High-Temp Crystals to Power EVs for 1 Million Kilometers?

Pohang University of Science & Technology (POSTECH)

A research team led by Professor Kyu-Young Park from the Graduate Institute of Ferrous & Eco Materials Technology and the Department of Materials Science and Engineering and Kyoung Eun Lee, a PhD candidate, and alumna Yura Kim from the Graduate Institute of Ferrous & Eco Materials Technology at Pohang University of Science and Technology (POSTECH), in collaboration with the POSCO Holdings N.EX.T Hub, has recently demonstrated a single-crystal synthesis technology that significantly extends the lifespan of cathode materials for electric vehicles. This research was published in the online edition of ACS Materials & Interfaces, an international journal in the materials science field.

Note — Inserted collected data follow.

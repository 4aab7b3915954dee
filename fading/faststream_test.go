package fading

import (
	"math"
	"math/rand/v2"
	"sort"
	"testing"

	"gonum.org/v1/gonum/stat/distuv"
)

// TestXoshiroReferenceOutputs: from state (0, 0, 0, 1) xoshiro256++ gives
// the outputs of the authors' reference C code (xoshiro256plusplus.c,
// Blackman & Vigna), as tabulated in the test data of the public
// DSCF-1224/xoshiro-fortran repository (test/README.md).
func TestXoshiroReferenceOutputs(t *testing.T) {
	g := FastStream{s3: 1}
	want := []uint64{
		0x0000000000800000, 0x0000000000800011, 0x0002200000800011, 0x0002200044000020,
		0x00022000448008A1, 0x01102100802208A0, 0x0114002284200880, 0x0402896644A64095,
		0x8A14A0A244ACC891, 0x8C88BA4680B20495,
	}
	for i, w := range want {
		if got := g.Uint64(); got != w {
			t.Fatalf("output %d: %#016x, want %#016x", i+1, got, w)
		}
	}
}

// TestFastStreamDistribution: normal draws from several streams against the
// standard normal: mean, variance and kurtosis within 5 standard errors
// (n = 2e6: SE 7.1e-4, 1.0e-3, 4.9e-3), tail probabilities P(X > x)
// against erfc(x/√2)/2 (Go's math.Erfc) within 5 binomial standard
// errors — x = 3.5 and 4 lie in the ziggurat's tail beyond 3.4426,
// x = 1 and 2 in its wedges — and a Kolmogorov–Smirnov test against
// gonum's distuv.UnitNormal CDF (n = 2e5: D < 1.95/√n, α = 0.001).
func TestFastStreamDistribution(t *testing.T) {
	const n = 2000000
	xs := make([]float64, 0, n)
	for s := 0; s < 4; s++ {
		g := NewFastStream(uint64(11+s), s, 2, StreamShadowing)
		for i := 0; i < n/4; i++ {
			xs = append(xs, g.Norm())
		}
	}
	var m1, m2, m4 float64
	for _, x := range xs {
		m1 += x
	}
	m1 /= n
	for _, x := range xs {
		d := (x - m1) * (x - m1)
		m2 += d
		m4 += d * d
	}
	m2 /= n
	kurt := m4 / n / (m2 * m2)
	for _, c := range []struct {
		name      string
		got, want float64
		se        float64
	}{
		{"mean", m1, 0, 1 / math.Sqrt(n)},
		{"variance", m2, 1, math.Sqrt(2.0 / n)},
		{"kurtosis", kurt, 3, math.Sqrt(24.0 / n)},
	} {
		if math.Abs(c.got-c.want) > 5*c.se {
			t.Errorf("%s %.5f, want %.1f ± %.5f (5 SE)", c.name, c.got, c.want, 5*c.se)
		}
	}
	for _, x := range []float64{1, 2, 3.5, 4} {
		p := math.Erfc(x/math.Sqrt2) / 2
		k := 0
		for _, v := range xs {
			if v > x {
				k++
			}
			if v < -x {
				k++
			}
		}
		got := float64(k) / (2 * n) // both tails, by symmetry
		if se := math.Sqrt(p * (1 - p) / (2 * n)); math.Abs(got-p) > 5*se {
			t.Errorf("P(X > %g) = %.3e, want %.3e ± %.1e (5 SE)", x, got, p, 5*se)
		}
	}
	ks := xs[:200000]
	sort.Float64s(ks)
	d := 0.0
	for i, x := range ks {
		f := distuv.UnitNormal.CDF(x)
		d = math.Max(d, math.Max(float64(i+1)/float64(len(ks))-f, f-float64(i)/float64(len(ks))))
	}
	if crit := 1.95 / math.Sqrt(float64(len(ks))); d > crit {
		t.Errorf("Kolmogorov–Smirnov D = %.5f > %.5f (α = 0.001)", d, crit)
	}
}

// TestFastStreamDeterministic: the same arguments give the same draws; a
// different user, index or kind gives another stream (draws uncorrelated:
// |r| < 5/√n).
func TestFastStreamDeterministic(t *testing.T) {
	const n = 20000
	draw := func(seed uint64, user, index int, kind StreamKind) []float64 {
		g := NewFastStream(seed, user, index, kind)
		out := make([]float64, n)
		for i := range out {
			out[i] = g.Norm()
		}
		return out
	}
	a := draw(7, 3, 0, StreamShadowing)
	b := draw(7, 3, 0, StreamShadowing)
	for i := range a {
		if a[i] != b[i] {
			t.Fatalf("draw %d differs between identical streams", i)
		}
	}
	for _, o := range [][]float64{draw(8, 3, 0, StreamShadowing), draw(7, 4, 0, StreamShadowing), draw(7, 3, 1, StreamShadowing), draw(7, 3, 0, StreamTap)} {
		r := 0.0
		for i := range a {
			r += a[i] * o[i]
		}
		if r /= n; math.Abs(r) > 5/math.Sqrt(n) {
			t.Errorf("correlation %.4f between different streams", r)
		}
	}
}

// TestNormFillMatchesNorm: NormFill gives the draws of repeated Norm calls
// (including the ziggurat's wedge and tail draws: 1e5 draws reach both).
func TestNormFillMatchesNorm(t *testing.T) {
	a, b := NewFastStream(3, 1, 4, StreamShadowing), NewFastStream(3, 1, 4, StreamShadowing)
	buf := make([]float64, 1000)
	for round := 0; round < 100; round++ {
		n := 1 + round*7%1000
		a.NormFill(buf[:n])
		for i, x := range buf[:n] {
			if y := b.Norm(); math.Float64bits(x) != math.Float64bits(y) {
				t.Fatalf("round %d draw %d: NormFill %v, Norm %v", round, i, x, y)
			}
		}
	}
}

func BenchmarkFastStream(b *testing.B) {
	g := NewFastStream(1, 0, 0, StreamShadowing)
	s := 0.0
	for i := 0; i < b.N; i++ {
		s += g.Norm()
	}
	sinkF = s
}

func BenchmarkNormFloat64PCG(b *testing.B) {
	r := rand.New(rand.NewPCG(1, 2))
	s := 0.0
	for i := 0; i < b.N; i++ {
		s += r.NormFloat64()
	}
	sinkF = s
}

var sinkF float64

// TestFastStreamUniform: Float64 lies in [0, 1) with mean 1/2 and variance
// 1/12 within 5 standard errors (n = 1e6: SE 2.9e-4 and 2.7e-4), and its
// decile counts pass a χ² test against equal counts (9 degrees of freedom,
// 0.999 quantile 27.88, gonum distuv.ChiSquared).
func TestFastStreamUniform(t *testing.T) {
	const n = 1000000
	g := NewFastStream(5, 1, 0, StreamTap)
	var m, m2 float64
	var bins [10]float64
	for i := 0; i < n; i++ {
		x := g.Float64()
		if x < 0 || x >= 1 {
			t.Fatalf("draw %d = %g, outside [0, 1)", i, x)
		}
		m += x
		m2 += x * x
		bins[int(x*10)]++
	}
	m /= n
	v := m2/n - m*m
	if math.Abs(m-0.5) > 5*math.Sqrt(1.0/12/n) {
		t.Errorf("mean %.5f, want 0.5", m)
	}
	if se := math.Sqrt((1.0/80 - 1.0/144) / n); math.Abs(v-1.0/12) > 5*se {
		t.Errorf("variance %.5f, want %.5f ± %.5f", v, 1.0/12, 5*se)
	}
	chi2 := 0.0
	for _, b := range bins {
		chi2 += (b - n/10) * (b - n/10) / (n / 10)
	}
	if crit := (distuv.ChiSquared{K: 9}).Quantile(0.999); chi2 > crit {
		t.Errorf("decile χ² = %.1f > %.1f", chi2, crit)
	}
}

Lithium (Li) secondary batteries, commonly used in electric vehicles, store energy by converting electrical energy to chemical energy and generating electricity to release chemical energy to electrical energy through the movement of Li- ions between a cathode and an anode. These secondary batteries mainly use nickel (Ni) cathode materials due to their high lithium-ion storage capacity. Traditional nickel-based materials have a polycrystalline morphology composed of many tiny crystals which can undergo structural degradation during charging and discharging, significantly reducing their lifespan.

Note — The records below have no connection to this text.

package loop

import (
	"math"
)

// histLayout is a fixed-bin log-linear histogram of positive values,
// indexed straight from the IEEE-754 bits: the key of x is its exponent and
// the top m bits of its mantissa (bits >> (52−m)), so each octave holds 2^m
// bins of equal linear width, and bin j covers exactly
// [2^e(1 + k/2^m), 2^e(1 + (k+1)/2^m)). A bin is at most 10·log10(1 + 2^−m)
// dB wide (0.0085 dB for m = 9, 0.017 dB for m = 8). Indexing costs a shift
// and a subtraction — no logarithm per sample — and the bin edges are exact,
// so percentiles are exact to within one bin and means computed from bin
// centres are exact to within half a bin. Index 0 counts values below the
// range (and zeros), index nb+1 values above it (and +Inf, NaN).
type histLayout struct {
	shift    uint
	base1    int       // key of the first in-range bin, minus 1
	nb       int       // in-range bins
	edgesDB  []float64 // nb+1 edges in dB of the in-range bins; edgesDB[j] is the lower edge of index j+1
	centerDB []float64 // nb+2 representative values in dB, under- and overflow at the range ends
	// Physical limits of the quantity in dB (±Inf when none): bin edges,
	// and so percentiles, are clamped to them (limitDB).
	minDB, maxDB float64
}

// newHistLayout covers [2^eMin, 2^eMax) with 2^m bins per octave.
func newHistLayout(eMin, eMax int, m uint) *histLayout {
	if eMax <= eMin {
		eMax = eMin + 1
	}
	l := &histLayout{shift: 52 - m, minDB: math.Inf(-1), maxDB: math.Inf(1)}
	base := (eMin + 1023) << m
	l.base1 = base - 1
	l.nb = (eMax - eMin) << m
	l.edgesDB = make([]float64, l.nb+1)
	for j := 0; j <= l.nb; j++ {
		x := math.Float64frombits(uint64(base+j) << l.shift)
		l.edgesDB[j] = 10 * math.Log10(x)
	}
	l.centerDB = make([]float64, l.nb+2)
	l.centerDB[0] = l.edgesDB[0]
	for j := 1; j <= l.nb; j++ {
		l.centerDB[j] = 0.5 * (l.edgesDB[j-1] + l.edgesDB[j])
	}
	l.centerDB[l.nb+1] = l.edgesDB[l.nb]
	return l
}

// layoutForDB covers at least [loDB, hiDB] dB.
func layoutForDB(loDB, hiDB float64, m uint) *histLayout {
	eMin := int(math.Floor(loDB/(10*math.Log10(2)))) - 1
	eMax := int(math.Ceil(hiDB/(10*math.Log10(2)))) + 1
	return newHistLayout(eMin, eMax, m)
}

// size is the length of a counts slice of this layout.
func (l *histLayout) size() int { return l.nb + 2 }

// index returns the bin of x in [0, nb+1].
func (l *histLayout) index(x float64) int {
	return binIndex(x, l.shift, l.base1, l.nb)
}

// binIndex is index with the layout's fields passed in (hot loops keep
// them in registers): branch-free, shift < 64.
func binIndex(x float64, shift uint, base1, nb int) int {
	k := int(math.Float64bits(x)>>(shift&63)) - base1
	return min(max(k, 0), nb+1)
}

// limitDB sets the physical limits of the quantity (e.g. a transmit
// power is never outside [min_power_dbm, max_power_dbm]): the bin holding
// a limit is cut there, so interpolated percentiles stay inside.
func (l *histLayout) limitDB(lo, hi float64) { l.minDB, l.maxDB = lo, hi }

// binEdges returns the dB edges of index j (under- and overflow collapse to
// the range ends), clamped to the physical limits.
func (l *histLayout) binEdges(j int) (lo, hi float64) {
	switch {
	case j <= 0:
		lo, hi = l.edgesDB[0], l.edgesDB[0]
	case j > l.nb:
		lo, hi = l.edgesDB[l.nb], l.edgesDB[l.nb]
	default:
		lo, hi = l.edgesDB[j-1], l.edgesDB[j]
	}
	return min(max(lo, l.minDB), l.maxDB), min(max(hi, l.minDB), l.maxDB)
}

// quantileSpec are the percentiles reported, as fractions.
var quantileSpec = [5]float64{0.01, 0.05, 0.50, 0.95, 0.99}

// histStats is the summary of one histogram: count, mean and standard
// deviation of the values in dB (from bin centres) and the percentiles of
// quantileSpec in dB (linear interpolation inside the bin).
type histStats struct {
	n    uint64
	mean float64
	std  float64
	q    [5]float64
}

// scanStats summarises counts over [lo, hi] (indices; counts outside are
// zero) with n = Σ counts. For each bin visited, visit(j, c) is called when
// c > 0 (it may merge and clear).
func scanStats[T uint32 | uint64](l *histLayout, c []T, lo, hi int, n uint64, qs []float64, out *histStats, visit func(j int, c T)) {
	*out = histStats{n: n}
	if n == 0 || lo > hi {
		return
	}
	var ranks [5]float64
	for i, q := range qs {
		ranks[i] = q * float64(n)
	}
	qi := 0
	var cum uint64
	var s1, s2 float64
	ref := 0.0 // shift for a numerically stable variance: the first used bin
	for j := lo; j <= hi; j++ {
		cj := c[j]
		if cj == 0 {
			continue
		}
		prev := cum
		cum += uint64(cj)
		if prev == 0 {
			ref = l.centerDB[j]
		}
		x := l.centerDB[j] - ref
		f := float64(cj)
		s1 += f * x
		s2 += f * x * x
		for qi < len(qs) && float64(cum) >= ranks[qi] {
			a, b := l.binEdges(j)
			frac := (ranks[qi] - float64(prev)) / f
			out.q[qi] = a + (b-a)*frac
			qi++
		}
		if visit != nil {
			visit(j, cj)
		}
	}
	for ; qi < len(qs); qi++ {
		_, b := l.binEdges(hi)
		out.q[qi] = b
	}
	fn := float64(n)
	m := s1 / fn
	out.mean = m + ref
	v := s2/fn - m*m
	if v < 0 {
		v = 0
	}
	out.std = math.Sqrt(v)
}

// usedRange returns the first and last non-zero index of c (lo > hi when
// every count is zero). It tests eight bins per step, so finding the few
// occupied bins of a wide histogram costs a fraction of a full scan.
func usedRange(c []uint32) (lo, hi int) {
	n := len(c)
	lo = 0
	for lo+8 <= n {
		s := c[lo : lo+8 : lo+8]
		if s[0]|s[1]|s[2]|s[3]|s[4]|s[5]|s[6]|s[7] != 0 {
			break
		}
		lo += 8
	}
	for lo < n && c[lo] == 0 {
		lo++
	}
	if lo == n {
		return 0, -1
	}
	hi = n - 1
	for hi-7 > lo {
		s := c[hi-7 : hi+1 : hi+1]
		if s[0]|s[1]|s[2]|s[3]|s[4]|s[5]|s[6]|s[7] != 0 {
			break
		}
		hi -= 8
	}
	for c[hi] == 0 {
		hi--
	}
	return lo, hi
}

One approach to addressing this issue is to produce the cathode material in a "single-crystal" form. Creating nickel-based cathode materials as single large particles, or "single crystals," can enhance their structural and chemical stability and durability. It is known that single-crystal materials are synthesized at high temperatures and become rigid. However, the exact process of hardening during synthesis and the specific conditions under which this occurs remain unclear.

To improve the durability of nickel cathode materials for electric vehicles, the researchers focused on identifying a specific temperature, referred to as the "critical temperature," at which high-quality single-crystal materials are synthesized. They investigated various synthesis temperatures to determine the optimal conditions for forming single crystals in synthesis of a nickel-based cathode material (N884). The team systematically observed the impact of temperature on the material's capacity and long-term performance.

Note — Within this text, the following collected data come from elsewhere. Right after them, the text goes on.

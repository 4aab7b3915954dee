package fading

import "math"

// sosBlock is the number of internal samples per block of the
// sum-of-sinusoids source; every oscillator is re-derived exactly from its
// absolute phase at the start of each block, so rounding errors of the
// recursion cannot accumulate beyond one block.
const sosBlock = 512

// oscBank is one real branch (in-phase or quadrature) of one tap: m
// sinusoids cos(Δ_n k + φ_n), k the internal sample index.
type oscBank struct {
	delta, phase, cosD, sinD, coef []float64 // Δ_n (rad/sample), φ_n, cos Δ_n, sin Δ_n, 2 cos Δ_n
}

// sosSource is the sum-of-sinusoids model after Zheng & Xiao (IEEE Trans.
// Commun. 51(6), 2003). For a unit-power tap with M sinusoids per branch,
//
//	h(k) = √(1/M) Σ_n cos(2πν k cos α_n + φ_n) + j √(1/M) Σ_n cos(2πν k sin α_n + ϕ_n),
//	α_n = (2πn − π + θ_n)/(4M), n = 1..M,
//
// with θ_n, φ_n, ϕ_n independent and uniform and ν = f_D / internal rate.
// The arrival angles are stratified over the quadrant, so the ensemble
// autocorrelation of each branch is exactly J0(2πν k)/2 and the in-phase /
// quadrature cross-correlation is exactly zero for any M. All sinusoids
// have the same gain, so each realisation has exactly unit time-average
// power. Each cosine is produced by the two-term recursion
// y_{k+1} = 2 cos Δ · y_k − y_{k−1}, restarted exactly every sosBlock samples.
type sosSource struct {
	nt, m int
	norm  float64
	banks []oscBank // 2 per tap: [2l] in-phase, [2l+1] quadrature
	k0    int64     // internal index of the next block
	st    []float64 // scratch: per-oscillator states (a, b) of a block
}

func newSOSSource(nt, m int, nu float64, seed uint64, user int) *sosSource {
	s := &sosSource{nt: nt, m: m, norm: math.Sqrt(1 / float64(m)), banks: make([]oscBank, 2*nt), st: make([]float64, 2*m)}
	for l := 0; l < nt; l++ {
		r := NewStream(seed, user, l, StreamTap)
		bi, bq := newOscBank(m), newOscBank(m)
		for n := 0; n < m; n++ {
			theta := math.Pi * (2*r.Float64() - 1)
			alpha := (2*math.Pi*float64(n+1) - math.Pi + theta) / float64(4*m)
			bi.set(n, 2*math.Pi*nu*math.Cos(alpha), 2*math.Pi*r.Float64())
			bq.set(n, 2*math.Pi*nu*math.Sin(alpha), 2*math.Pi*r.Float64())
		}
		s.banks[2*l], s.banks[2*l+1] = bi, bq
	}
	return s
}

func newOscBank(m int) oscBank {
	f := make([]float64, 5*m)
	return oscBank{delta: f[:m:m], phase: f[m : 2*m : 2*m], cosD: f[2*m : 3*m : 3*m], sinD: f[3*m : 4*m : 4*m], coef: f[4*m:]}
}

func (b *oscBank) set(n int, delta, phase float64) {
	b.delta[n], b.phase[n] = delta, phase
	b.sinD[n], b.cosD[n] = math.Sincos(delta)
	b.coef[n] = 2 * b.cosD[n]
}

func (s *sosSource) blockLen() int { return sosBlock }

func (s *sosSource) next(scale []float64, re, im [][]float64) {
	k0 := s.k0
	s.k0 += sosBlock
	for l := 0; l < s.nt; l++ {
		g := scale[l] * s.norm
		s.fillBank(&s.banks[2*l], re[l][:sosBlock], k0, g)
		s.fillBank(&s.banks[2*l+1], im[l][:sosBlock], k0, g)
	}
}

// skip advances past n blocks: every block is evaluated from the exact
// phases at its absolute index, so only that index moves.
func (s *sosSource) skip(n int) { s.k0 += int64(n) * sosBlock }

// fillBank writes g Σ_n cos(Δ_n k + φ_n) for k = k0..k0+len(dst)-1.
func (s *sosSource) fillBank(b *oscBank, dst []float64, k0 int64, g float64) {
	m := s.m
	a, p := s.st[:m:m], s.st[m:2*m:2*m] // value at k0 and at k0-1
	fk := float64(k0)
	for n := 0; n < m; n++ {
		sn, cs := math.Sincos(b.phase[n] + b.delta[n]*fk)
		a[n] = g * cs
		p[n] = g * (cs*b.cosD[n] + sn*b.sinD[n]) // cos(θ−Δ)
	}
	oscSum(dst, b.coef[:m], a, p)
}

// oscSum writes Σ_n of the cosine recursions x_{k+1} = c_n x_k − x_{k−1}
// (current values a, previous p) for len(dst) samples to dst: groups of
// sixteen in assembly where available, then groups of four (osc4) and
// single ones (osc1), each group added in turn.
func oscSum(dst []float64, c, a, p []float64) {
	m := len(c)
	n := 0
	first := true
	for ; n+16 <= m; n += 16 {
		if !osc16(dst, first, c[n:n+16], a[n:n+16], p[n:n+16]) {
			break
		}
		first = false
	}
	for ; n+4 <= m; n += 4 {
		osc4(dst, first, c[n], c[n+1], c[n+2], c[n+3], a[n], a[n+1], a[n+2], a[n+3], p[n], p[n+1], p[n+2], p[n+3])
		first = false
	}
	for ; n < m; n++ {
		osc1(dst, first, c[n], a[n], p[n])
		first = false
	}
}

// osc4 writes (first) or adds the sum of four cosine recursions with
// coefficients c*, current values a* and previous values b* to dst.
func osc4(dst []float64, first bool, c0, c1, c2, c3, a0, a1, a2, a3, b0, b1, b2, b3 float64) {
	if first {
		for i := range dst {
			dst[i] = (a0 + a1) + (a2 + a3)
			a0, b0 = c0*a0-b0, a0
			a1, b1 = c1*a1-b1, a1
			a2, b2 = c2*a2-b2, a2
			a3, b3 = c3*a3-b3, a3
		}
		return
	}
	for i := range dst {
		dst[i] += (a0 + a1) + (a2 + a3)
		a0, b0 = c0*a0-b0, a0
		a1, b1 = c1*a1-b1, a1
		a2, b2 = c2*a2-b2, a2
		a3, b3 = c3*a3-b3, a3
	}
}

// osc1 is osc4 for one oscillator.
func osc1(dst []float64, first bool, c, a, b float64) {
	if first {
		for i := range dst {
			dst[i] = a
			a, b = c*a-b, a
		}
		return
	}
	for i := range dst {
		dst[i] += a
		a, b = c*a-b, a
	}
}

The researchers discovered that conventional polycrystalline materials synthesized below a certain critical temperature are prone to degradation with prolonged use in secondary batteries. However, when synthesized above this critical temperature, high-quality single crystals can be easily produced, leading to materials with superior longevity. This is due to a process called "densification" which occurs above a certain critical temperature. During this process, the internal grain size of the material increases and the empty spaces within the material are densely filled. Densified single crystals are extremely hard and resistant to degradation over extended periods, significantly enhancing their durability. Based on these findings, the team confirmed that synthesizing single crystals above the critical temperature is a more advantageous material design strategy. They also proposed an effective method for synthesizing high-quality single crystal materials.

Professor Kyu-Young Park of POSTECH stated, "We have introduced a new synthesis strategy to enhance the durability of nickel-based cathode materials." He added, "We will continue our research to make secondary batteries for electric vehicles cheaper, faster, and longer-lasting."

The research was conducted with support from the POSCO Holdings and the Basic Research Program of the Ministry of Science and ICT.